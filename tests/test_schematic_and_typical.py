"""KiCad schematic fields as part data, the typical-parts library against its stated sources, and
what each policy requires."""

from __future__ import annotations

import re

import pytest

import derate
from derate.errors import DataError
from derate.netlist import load_circuit
from derate.parts import Part, PartTable
from derate.policy import load_policy
from derate.schematic import load_schematic
from derate.trust import Confinement
from derate.typical import fill, library, without_typical
from tests.conftest import DATA

SCH = DATA / "kicad" / "greenhouse_power.kicad_sch"
NET = "b\nV1 a 0 5\nC1 a 0 10u\nC2 a 0 100n\nC3 a 0 470u\nC4 a 0 1n\n.end\n"


def test_schematic_fields_become_part_data(write):
    circuit = load_circuit(write("b.cir", NET))
    table = PartTable()
    load_schematic(SCH, table, Confinement(SCH.parent.resolve()))
    parts = table.assign(circuit)
    c1, c2, c3 = parts["C1"], parts["C2"], parts["C3"]
    assert (c1.capacitance_f, c1.rated_voltage_v, c1.dielectric, c1.case_size, c1.part_number) == \
        (10e-6, 25.0, "X7R", "1206", "GH-C1206-106K25")
    assert (c2.technology, c2.rated_voltage_v, c2.case_size) == ("ceramic-class1", 50.0, "0603")
    assert (c3.technology, c3.rated_voltage_v, c3.rated_temperature_c) == ("aluminum-electrolytic", 35.0, 105.0)
    assert "c4" in table.dnp and parts["C4"] is None
    assert "greenhouse_power.kicad_sch" in c1.source


@pytest.mark.parametrize("text", ["(kicad_sch (version 2023", "not a schematic", "(kicad_sch " + "(" * 5000,
                                  "(kicad_sch (symbol (lib_id 42) (property)))"])
def test_broken_schematics_are_input_errors(write, text):
    path = write("bad.kicad_sch", text)
    with pytest.raises(DataError) as info:
        load_schematic(path, PartTable(), Confinement(path.parent.resolve()))
    assert "bad.kicad_sch" in str(info.value)


# the EIA class-2 code: the digit is the upper category temperature (5: +85, 6: +105, 7: +125,
# 8: +150 degC); Y5x/Z5x: +85; class 1 C0G/NP0 to +125 degC (typical.yaml names this source)
_EIA_DIGIT = {"5": 85, "6": 105, "7": 125, "8": 150}


def test_typical_values_against_their_stated_sources():
    lib = library()
    for name, table in lib.items():
        assert re.search(r"from memory|common practice|EIA", table["source"]), name
    for code, temp in lib["rated_temperature_by_dielectric"]["value"].items():
        expected = 125 if code in ("C0G", "NP0", "U2J") else _EIA_DIGIT[code[1]]
        assert temp == expected, code
    for case, curve in lib["dc_bias_by_case"]["value"].items():
        fractions = [c for _, c in curve]
        assert curve[0] == [0, 1.0] and fractions == sorted(fractions, reverse=True), case
    at_rated = [lib["dc_bias_by_case"]["value"][c][-1][1] for c in ("0402", "0603", "0805", "1206", "1210")]
    assert at_rated == sorted(at_rated)  # larger cases keep more capacitance (the source's stated trend)
    rth = [lib["mlcc_thermal_resistance_c_per_w"]["value"][c] for c in ("0402", "0603", "0805", "1206", "1210")]
    assert rth == sorted(rth, reverse=True)
    # REFERENCE-FACTS: dT0 about 5 degC at rated ripple (makers' notes); 2000 h at 105 degC is common
    assert lib["electrolytic"]["value"] == {"rated_temperature_c": 105, "base_life_h": 2000, "ripple_rise_c": 5}


def test_typical_fills_only_what_is_missing_and_says_so():
    own = Part(technology="ceramic-class2", dielectric="X5R", case_size="0603", rated_voltage_v=16,
               capacitance_f=10e-6, rated_temperature_c=105)
    got = fill(own)
    assert got.rated_temperature_c == 105 and "rated_temperature_c" not in got.typical  # the record's own value
    assert got.dc_bias[-1] == (16, 0.33) and "dc_bias" in got.typical
    assert without_typical(got) == own


def test_policies_say_what_they_require_and_whether_typical_data_counts():
    commercial, spaceflight = load_policy("commercial"), load_policy("spaceflight")
    assert commercial.accepts_typical and not spaceflight.accepts_typical
    assert commercial.required("ceramic-class2", "dc-bias") and not commercial.required("ceramic-class2", "hotspot")
    assert commercial.required("ceramic-class2", "hotspot", ripple_a=1.5)  # above 1 A rms of ripple
    assert spaceflight.required("ceramic-class1", "self-heating")


def test_same_board_commercial_judges_on_typical_data_spaceflight_does_not(tmp_path):
    folder = tmp_path / "board"
    folder.mkdir()
    (folder / "b.cir").write_text("b\nV1 a 0 SIN(5 0.5 10k)\nR1 a b 1\nC1 b 0 10u\nR2 b 0 100\n.tran 1u 1m\n.end\n")
    (folder / "bom.csv").write_text("Reference,Value,Footprint\nC1,10u 16V X7R,C_0805_2012Metric\n")
    project = derate.load_project(folder / "b.cir")
    commercial = derate.review(project, derate.ReviewOptions(policy="commercial", bom=(folder / "bom.csv",)))
    (row,) = commercial.record["capacitors"]
    assert row["status"] in ("pass", "near") and "dc_bias" in row["typical"]
    flight = derate.review(project, derate.ReviewOptions(policy="spaceflight", bom=(folder / "bom.csv",)))
    (row,) = flight.record["capacitors"]
    assert row["status"] == "unrated" and row["typical"] == []
    (finding,) = [f for f in flight.findings if f.rule == "data.unrated"]
    assert "dc-bias needs dc_bias" in finding.message
    # measured even when it cannot be judged; by hand: DC 5 x 100/101 = 4.950 V plus AC 0.5 x |Zc / (1 + Zc)| with
    # Zc = 1 / (2 pi 10 kHz 10 uF) = 1.59 ohm -> 0.423 V (R2 = 100 ohm barely loads it): 5.373 V
    assert row["measured"]["v_peak_v"] == pytest.approx(5.373, rel=0.005)


def test_sub_sheets_are_followed_and_a_reused_sheet_gives_every_use_its_capacitors(tmp_path):
    """A root sheet with one capacitor and a probe-channel sheet used twice (two capacitors each, referenced
    C10/C11 in one use and C20/C21 in the other, as KiCad 7 keeps them): five capacitors in all."""
    import shutil

    from derate.parts import PartTable
    from derate.schematic import load_schematic
    from derate.trust import Confinement

    folder = tmp_path / "hub"
    shutil.copytree(DATA / "kicad" / "hub", folder)
    table = PartTable()
    load_schematic(folder / "hub.kicad_sch", table, Confinement(folder))
    assert sorted(table.soft) == ["c1", "c10", "c11", "c20", "c21"]
    assert table.soft["c21"][0].dielectric == "X5R" and table.soft["c20"][0].rated_voltage_v == 50.0
    assert "probe_channel.kicad_sch:C20" in table.soft["c20"][1]


def test_a_sheet_outside_the_project_or_too_deep_is_refused(tmp_path):
    import shutil

    from derate.errors import DataError
    from derate.parts import PartTable
    from derate.schematic import MAX_SHEET_DEPTH, load_schematic
    from derate.trust import Confinement

    folder = tmp_path / "hub"
    shutil.copytree(DATA / "kicad" / "hub", folder)
    root = (folder / "hub.kicad_sch").read_text()
    (folder / "hub.kicad_sch").write_text(root.replace('"probe_channel.kicad_sch"', '"../outside.kicad_sch"'))
    with pytest.raises(DataError):
        load_schematic(folder / "hub.kicad_sch", PartTable(), Confinement(folder))
    # a chain of sheets deeper than the limit: refused with the file named, quickly (each file read once)
    sheet = root.split("(symbol", 1)[0]
    chain = folder / "chain"
    chain.mkdir()
    for k in range(MAX_SHEET_DEPTH + 3):
        body = sheet + (f'  (sheet (at 50.8 80) (size 25.4 12.7) (uuid 7d1e3c52-0000-4a7b-8c11-{k:012d})\n'
                        f'    (property "Sheetname" "s{k}" (at 50.8 79 0))\n'
                        f'    (property "Sheetfile" "s{k + 1}.kicad_sch" (at 50.8 93 0))\n  )\n)\n')
        (chain / f"s{k}.kicad_sch").write_text(body)
    with pytest.raises(DataError, match="more than 20 levels deep"):
        load_schematic(chain / "s0.kicad_sch", PartTable(), Confinement(chain))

────────

• TASK DESCRIPTION
Give the number of lines above containing the word "record", with no other text.

• ANSWER SECTION
3